|
Drama Overview
1. Your first goal as a dramatist is to convince your audience that the actors are not actors, that the stage is not a stage, and that the people onstage are not speaking your words but words from their own hearts and minds. Poet William Coleridge described a similar situation in poetry "as a willing suspension of belief." How does a writer create this suspension of belief? By using:
- details that convince
- actors who believe their roles and are skilful enough to portray characters
- a set that allows the audience member to believe that he or she is visiting a Russian villa, a medieval English forest, or an apartment in steamy New Orleans
- realistic dialogue
- interesting actions
- props that provide symbolism and/or give texture to the play
2. Conflict/Reversals/Complications
These keep your audience in their chairs for the length of your play. Without conflict, your play will become boring, just "actors strutting across the stage." Here's playwright Raymond Hull's rule for conflict.
Main Character (s) + Goal + Opposition = Conflict.
Cordelia + telling the truth to her father + her two sisters' (Goneril's and Regan's) greed in trying to take their father's land = the conflict in Shakespeare's "King Lear."
Amanda + Marrying her Daughter off + Daughter Laura's deep shyness = Conflict in "The Glass Menagerie" by Tennessee Williams.
3. Surprise
Don't forget the element of surprise. Surprise is important in fiction as well as in drama, but having real objects and real people interacting in real space, makes surprise in plays even more dynamic and interesting. Remember to keep the DRAMATIC in drama.

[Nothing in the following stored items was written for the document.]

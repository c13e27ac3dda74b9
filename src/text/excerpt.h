/* How one fault or warning is shown: place, message, source line, caret, remedy. */
#ifndef LIMBECK_TEXT_EXCERPT_H
#define LIMBECK_TEXT_EXCERPT_H

#include "text/source.h"

/* Where the last excerpt was, so that many of one long line, in ascending
 * order, are found without counting its characters from the start each time.
 * Starts as all zeros. */
typedef struct excerpt_cursor {
    int line, column;
    const char *place;      /* byte at that column */
} excerpt_cursor;

void excerpt_write(const source *s, const lb_diagnostic *d, bool colour, excerpt_cursor *cursor, lb_text *out);

#endif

Monologues / Scenes / Elements of Dialogue
Differences Between Plays and Other forms of Writing
1. Plays are performed while stories are told. Plays show what actors do; stories tell what they do.
2. Action is the main ingredient of a play. Dialogue is considered an action
in plays. Words are the main ingredient of a story.
3. Time is much more elastic in fiction. A play deals with one or several units of time which should provide the effect of real time passing. (Unity of Time)
4. Place or setting is more restricted in plays. Stories and especially novels can have many far-flung settings, but a play should be restricted to only several at most. (Unity of Place)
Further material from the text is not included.